/---

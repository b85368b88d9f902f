// Study areas with their boundary, patch grid (stored compactly as binary arrays), cover states
// and start cover.
import { DataTypes, type QueryInterface } from 'sequelize';

const timestamps = {
  created_at: { type: DataTypes.DATE, allowNull: false, defaultValue: DataTypes.NOW },
  updated_at: { type: DataTypes.DATE, allowNull: false, defaultValue: DataTypes.NOW },
};

export async function up({ context: qi }: { context: QueryInterface }): Promise<void> {
  await qi.createTable('study_areas', {
    id: { type: DataTypes.INTEGER, autoIncrement: true, primaryKey: true },
    team_id: { type: DataTypes.INTEGER, allowNull: false, references: { model: 'teams', key: 'id' }, onDelete: 'CASCADE' },
    name: { type: DataTypes.TEXT, allowNull: false },
    description: { type: DataTypes.TEXT, allowNull: false, defaultValue: '' },
    source_name: { type: DataTypes.TEXT, allowNull: false },
    source_format: { type: DataTypes.TEXT, allowNull: false },
    source_sha256: { type: DataTypes.TEXT, allowNull: false },
    source_bytes: { type: DataTypes.BLOB, allowNull: false },
    source_size: { type: DataTypes.INTEGER, allowNull: false },
    boundary: { type: DataTypes.JSONB, allowNull: false },
    boundary_area_m2: { type: DataTypes.DOUBLE, allowNull: false },
    cell_size_m: { type: DataTypes.DOUBLE, allowNull: false },
    min_fraction: { type: DataTypes.DOUBLE, allowNull: false, defaultValue: 0 },
    grid_spec: { type: DataTypes.JSONB, allowNull: false },
    patch_count: { type: DataTypes.INTEGER, allowNull: false },
    patch_cells: { type: DataTypes.BLOB, allowNull: false },
    patch_areas: { type: DataTypes.BLOB, allowNull: false },
    total_area_m2: { type: DataTypes.DOUBLE, allowNull: false },
    created_by: { type: DataTypes.INTEGER, allowNull: true, references: { model: 'users', key: 'id' }, onDelete: 'SET NULL' },
    ...timestamps,
  });
  await qi.addIndex('study_areas', ['team_id']);

  await qi.createTable('cover_states', {
    id: { type: DataTypes.INTEGER, autoIncrement: true, primaryKey: true },
    study_area_id: { type: DataTypes.INTEGER, allowNull: false, references: { model: 'study_areas', key: 'id' }, onDelete: 'CASCADE' },
    position: { type: DataTypes.INTEGER, allowNull: false },
    code: { type: DataTypes.TEXT, allowNull: false },
    name: { type: DataTypes.TEXT, allowNull: false },
    colour: { type: DataTypes.TEXT, allowNull: false },
    ...timestamps,
  });
  await qi.addIndex('cover_states', ['study_area_id', 'position'], { unique: true });

  await qi.createTable('start_covers', {
    study_area_id: { type: DataTypes.INTEGER, primaryKey: true, references: { model: 'study_areas', key: 'id' }, onDelete: 'CASCADE' },
    method: { type: DataTypes.TEXT, allowNull: false },
    proportions: { type: DataTypes.JSONB, allowNull: true },
    seed: { type: DataTypes.TEXT, allowNull: true },
    /** Uint8Array bytes: the state position of each patch at step 0. */
    states: { type: DataTypes.BLOB, allowNull: false },
    unmatched_count: { type: DataTypes.INTEGER, allowNull: false, defaultValue: 0 },
    mapping: { type: DataTypes.JSONB, allowNull: true },
    source_name: { type: DataTypes.TEXT, allowNull: true },
    source_sha256: { type: DataTypes.TEXT, allowNull: true },
    ...timestamps,
  });
  await qi.sequelize.query(`ALTER TABLE start_covers ADD CONSTRAINT start_covers_method_check CHECK (method IN ('random', 'exact', 'cover-map'))`);
}

export async function down({ context: qi }: { context: QueryInterface }): Promise<void> {
  await qi.dropTable('start_covers');
  await qi.dropTable('cover_states');
  await qi.dropTable('study_areas');
}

\---

### ACTIVITY
Word for word, set down all the lines above.

### RESPONSE TO THIS TASK
repository b85368b88d9f902f
// Study areas with their boundary, patch grid (stored compactly as binary arrays), cover states
// and start cover.
import { DataTypes, type QueryInterface } from 'sequelize';

const timestamps = {
  created_at: { type: DataTypes.DATE, allowNull: false, defaultValue: DataTypes.NOW },
  updated_at: { type: DataTypes.DATE, allowNull: false, defaultValue: DataTypes.NOW },
};

export async function up({ context: qi }: { context: QueryInterface }): Promise<void> {
  await qi.createTable('study_areas', {
    id: { type: DataTypes.INTEGER, autoIncrement: true, primaryKey: true },
    team_id: { type: DataTypes.INTEGER, allowNull: false, references: { model: 'teams', key: 'id' }, onDelete: 'CASCADE' },
    name: { type: DataTypes.TEXT, allowNull: false },
    description: { type: DataTypes.TEXT, allowNull: false, defaultValue: '' },
    source_name: { type: DataTypes.TEXT, allowNull: false },
    source_format: { type: DataTypes.TEXT, allowNull: false },
    source_sha256: { type: DataTypes.TEXT, allowNull: false },
    source_bytes: { type: DataTypes.BLOB, allowNull: false },
    source_size: { type: DataTypes.INTEGER, allowNull: false },
    boundary: { type: DataTypes.JSONB, allowNull: false },
    boundary_area_m2: { type: DataTypes.DOUBLE, allowNull: false },
    cell_size_m: { type: DataTypes.DOUBLE, allowNull: false },
    min_fraction: { type: DataTypes.DOUBLE, allowNull: false, defaultValue: 0 },
    grid_spec: { type: DataTypes.JSONB, allowNull: false },
    patch_count: { type: DataTypes.INTEGER, allowNull: false },
    patch_cells: { type: DataTypes.BLOB, allowNull: false },
    patch_areas: { type: DataTypes.BLOB, allowNull: false },
    total_area_m2: { type: DataTypes.DOUBLE, allowNull: false },
    created_by: { type: DataTypes.INTEGER, allowNull: true, references: { model: 'users', key: 'id' }, onDelete: 'SET NULL' },
    ...timestamps,
  });
  await qi.addIndex('study_areas', ['team_id']);

  await qi.createTable('cover_states', {
    id: { type: DataTypes.INTEGER, autoIncrement: true, primaryKey: true },
    study_area_id: { type: DataTypes.INTEGER, allowNull: false, references: { model: 'study_areas', key: 'id' }, onDelete: 'CASCADE' },
    position: { type: DataTypes.INTEGER, allowNull: false },
    code: { type: DataTypes.TEXT, allowNull: false },
    name: { type: DataTypes.TEXT, allowNull: false },
    colour: { type: DataTypes.TEXT, allowNull: false },
    ...timestamps,
  });
  await qi.addIndex('cover_states', ['study_area_id', 'position'], { unique: true });

  await qi.createTable('start_covers', {
    study_area_id: { type: DataTypes.INTEGER, primaryKey: true, references: { model: 'study_areas', key: 'id' }, onDelete: 'CASCADE' },
    method: { type: DataTypes.TEXT, allowNull: false },
    proportions: { type: DataTypes.JSONB, allowNull: true },
    seed: { type: DataTypes.TEXT, allowNull: true },
    /** Uint8Array bytes: the state position of each patch at step 0. */
    states: { type: DataTypes.BLOB, allowNull: false },
    unmatched_count: { type: DataTypes.INTEGER, allowNull: false, defaultValue: 0 },
    mapping: { type: DataTypes.JSONB, allowNull: true },
    source_name: { type: DataTypes.TEXT, allowNull: true },
    source_sha256: { type: DataTypes.TEXT, allowNull: true },
    ...timestamps,
  });
  await qi.sequelize.query(`ALTER TABLE start_covers ADD CONSTRAINT start_covers_method_check CHECK (method IN ('random', 'exact', 'cover-map'))`);
}

export async function down({ context: qi }: { context: QueryInterface }): Promise<void> {
  await qi.dropTable('start_covers');
  await qi.dropTable('cover_states');
  await qi.dropTable('study_areas');
}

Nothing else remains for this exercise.